[Saved entries]
——————————
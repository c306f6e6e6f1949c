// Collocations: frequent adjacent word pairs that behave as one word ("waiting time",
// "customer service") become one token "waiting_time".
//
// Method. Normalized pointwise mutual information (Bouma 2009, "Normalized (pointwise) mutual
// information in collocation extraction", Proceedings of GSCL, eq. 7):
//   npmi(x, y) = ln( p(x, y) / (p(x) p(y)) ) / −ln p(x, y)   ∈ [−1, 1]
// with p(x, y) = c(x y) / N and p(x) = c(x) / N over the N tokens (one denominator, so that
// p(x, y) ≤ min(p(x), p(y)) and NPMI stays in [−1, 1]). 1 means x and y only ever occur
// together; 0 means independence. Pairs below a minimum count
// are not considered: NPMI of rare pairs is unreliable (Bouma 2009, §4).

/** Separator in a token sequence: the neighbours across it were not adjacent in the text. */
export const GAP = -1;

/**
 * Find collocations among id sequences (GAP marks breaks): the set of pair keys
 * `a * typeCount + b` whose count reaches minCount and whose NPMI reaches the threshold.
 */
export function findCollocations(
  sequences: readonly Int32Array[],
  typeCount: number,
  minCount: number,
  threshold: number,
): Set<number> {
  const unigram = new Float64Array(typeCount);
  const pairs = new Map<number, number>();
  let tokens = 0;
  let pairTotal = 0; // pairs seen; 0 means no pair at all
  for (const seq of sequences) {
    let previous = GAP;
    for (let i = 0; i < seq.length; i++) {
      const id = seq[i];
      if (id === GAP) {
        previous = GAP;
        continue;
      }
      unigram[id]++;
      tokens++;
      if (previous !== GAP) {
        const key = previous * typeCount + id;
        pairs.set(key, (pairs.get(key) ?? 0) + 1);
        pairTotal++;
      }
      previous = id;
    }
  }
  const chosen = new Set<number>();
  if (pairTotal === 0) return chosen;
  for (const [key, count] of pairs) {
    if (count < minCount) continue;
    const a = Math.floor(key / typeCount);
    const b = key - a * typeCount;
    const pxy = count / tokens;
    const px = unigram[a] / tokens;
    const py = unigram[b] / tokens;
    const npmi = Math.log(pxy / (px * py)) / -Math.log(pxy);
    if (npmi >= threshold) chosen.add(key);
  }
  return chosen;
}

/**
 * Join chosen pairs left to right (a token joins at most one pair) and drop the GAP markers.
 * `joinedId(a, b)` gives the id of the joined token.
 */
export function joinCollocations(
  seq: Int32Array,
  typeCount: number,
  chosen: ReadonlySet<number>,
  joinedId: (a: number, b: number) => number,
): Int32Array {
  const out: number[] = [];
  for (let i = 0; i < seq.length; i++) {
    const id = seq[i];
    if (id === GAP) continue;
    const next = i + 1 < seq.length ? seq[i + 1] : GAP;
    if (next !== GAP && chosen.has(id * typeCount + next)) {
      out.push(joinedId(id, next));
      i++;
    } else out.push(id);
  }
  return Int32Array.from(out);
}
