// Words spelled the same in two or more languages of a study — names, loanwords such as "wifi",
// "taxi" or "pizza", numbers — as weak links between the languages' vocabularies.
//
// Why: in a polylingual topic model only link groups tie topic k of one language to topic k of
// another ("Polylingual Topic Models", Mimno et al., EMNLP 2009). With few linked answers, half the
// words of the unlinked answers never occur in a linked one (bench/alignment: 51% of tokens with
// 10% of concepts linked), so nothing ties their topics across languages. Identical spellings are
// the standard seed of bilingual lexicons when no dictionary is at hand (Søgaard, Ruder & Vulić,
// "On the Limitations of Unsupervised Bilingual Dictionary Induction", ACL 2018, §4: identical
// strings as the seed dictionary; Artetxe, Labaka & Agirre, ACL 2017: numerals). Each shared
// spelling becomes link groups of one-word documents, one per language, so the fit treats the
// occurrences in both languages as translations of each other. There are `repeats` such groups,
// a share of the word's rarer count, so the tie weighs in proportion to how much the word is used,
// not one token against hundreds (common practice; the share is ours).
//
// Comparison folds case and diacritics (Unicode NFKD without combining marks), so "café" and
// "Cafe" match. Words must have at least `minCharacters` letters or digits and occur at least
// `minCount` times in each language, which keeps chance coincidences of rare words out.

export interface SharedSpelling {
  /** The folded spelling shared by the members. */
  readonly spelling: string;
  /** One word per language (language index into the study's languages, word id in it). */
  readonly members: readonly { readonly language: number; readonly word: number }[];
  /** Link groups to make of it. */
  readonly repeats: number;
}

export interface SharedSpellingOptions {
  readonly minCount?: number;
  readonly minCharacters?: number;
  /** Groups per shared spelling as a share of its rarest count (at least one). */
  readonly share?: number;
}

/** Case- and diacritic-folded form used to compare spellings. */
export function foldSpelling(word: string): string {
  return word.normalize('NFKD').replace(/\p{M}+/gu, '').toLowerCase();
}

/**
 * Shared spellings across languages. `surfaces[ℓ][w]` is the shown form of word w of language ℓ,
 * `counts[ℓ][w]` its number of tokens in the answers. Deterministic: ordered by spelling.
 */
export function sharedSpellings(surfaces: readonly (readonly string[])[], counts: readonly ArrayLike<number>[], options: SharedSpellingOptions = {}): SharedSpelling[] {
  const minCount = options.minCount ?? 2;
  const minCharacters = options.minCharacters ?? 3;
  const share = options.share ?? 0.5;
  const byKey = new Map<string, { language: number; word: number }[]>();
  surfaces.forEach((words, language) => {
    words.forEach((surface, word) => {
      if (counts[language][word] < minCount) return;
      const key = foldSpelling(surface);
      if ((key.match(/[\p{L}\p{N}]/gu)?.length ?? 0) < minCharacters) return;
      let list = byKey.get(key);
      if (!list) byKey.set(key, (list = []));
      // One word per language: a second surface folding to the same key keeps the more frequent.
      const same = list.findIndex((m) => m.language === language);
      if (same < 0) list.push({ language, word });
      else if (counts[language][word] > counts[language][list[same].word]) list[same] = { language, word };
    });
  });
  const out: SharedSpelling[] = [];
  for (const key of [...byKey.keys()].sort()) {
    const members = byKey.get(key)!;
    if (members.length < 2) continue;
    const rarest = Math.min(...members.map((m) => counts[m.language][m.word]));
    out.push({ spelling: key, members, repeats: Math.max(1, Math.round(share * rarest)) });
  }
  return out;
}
——————————
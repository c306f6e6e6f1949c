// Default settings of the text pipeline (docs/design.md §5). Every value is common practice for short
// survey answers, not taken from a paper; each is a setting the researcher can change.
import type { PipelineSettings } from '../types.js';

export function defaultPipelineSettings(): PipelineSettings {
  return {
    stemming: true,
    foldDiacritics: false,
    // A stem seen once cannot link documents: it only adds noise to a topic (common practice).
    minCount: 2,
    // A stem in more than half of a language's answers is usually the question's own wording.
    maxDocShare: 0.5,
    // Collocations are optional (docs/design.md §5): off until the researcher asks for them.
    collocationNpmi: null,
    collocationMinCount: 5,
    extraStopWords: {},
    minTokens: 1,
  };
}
——————————
◆ **TRY IT**:
Each line above that includes the word "used" is to be copied.

◆ **OUTPUT FOR THIS EXERCISE**:
// a share of the word's rarer count, so the tie weighs in proportion to how much the word is used,
/** Case- and diacritic-folded form used to compare spellings. */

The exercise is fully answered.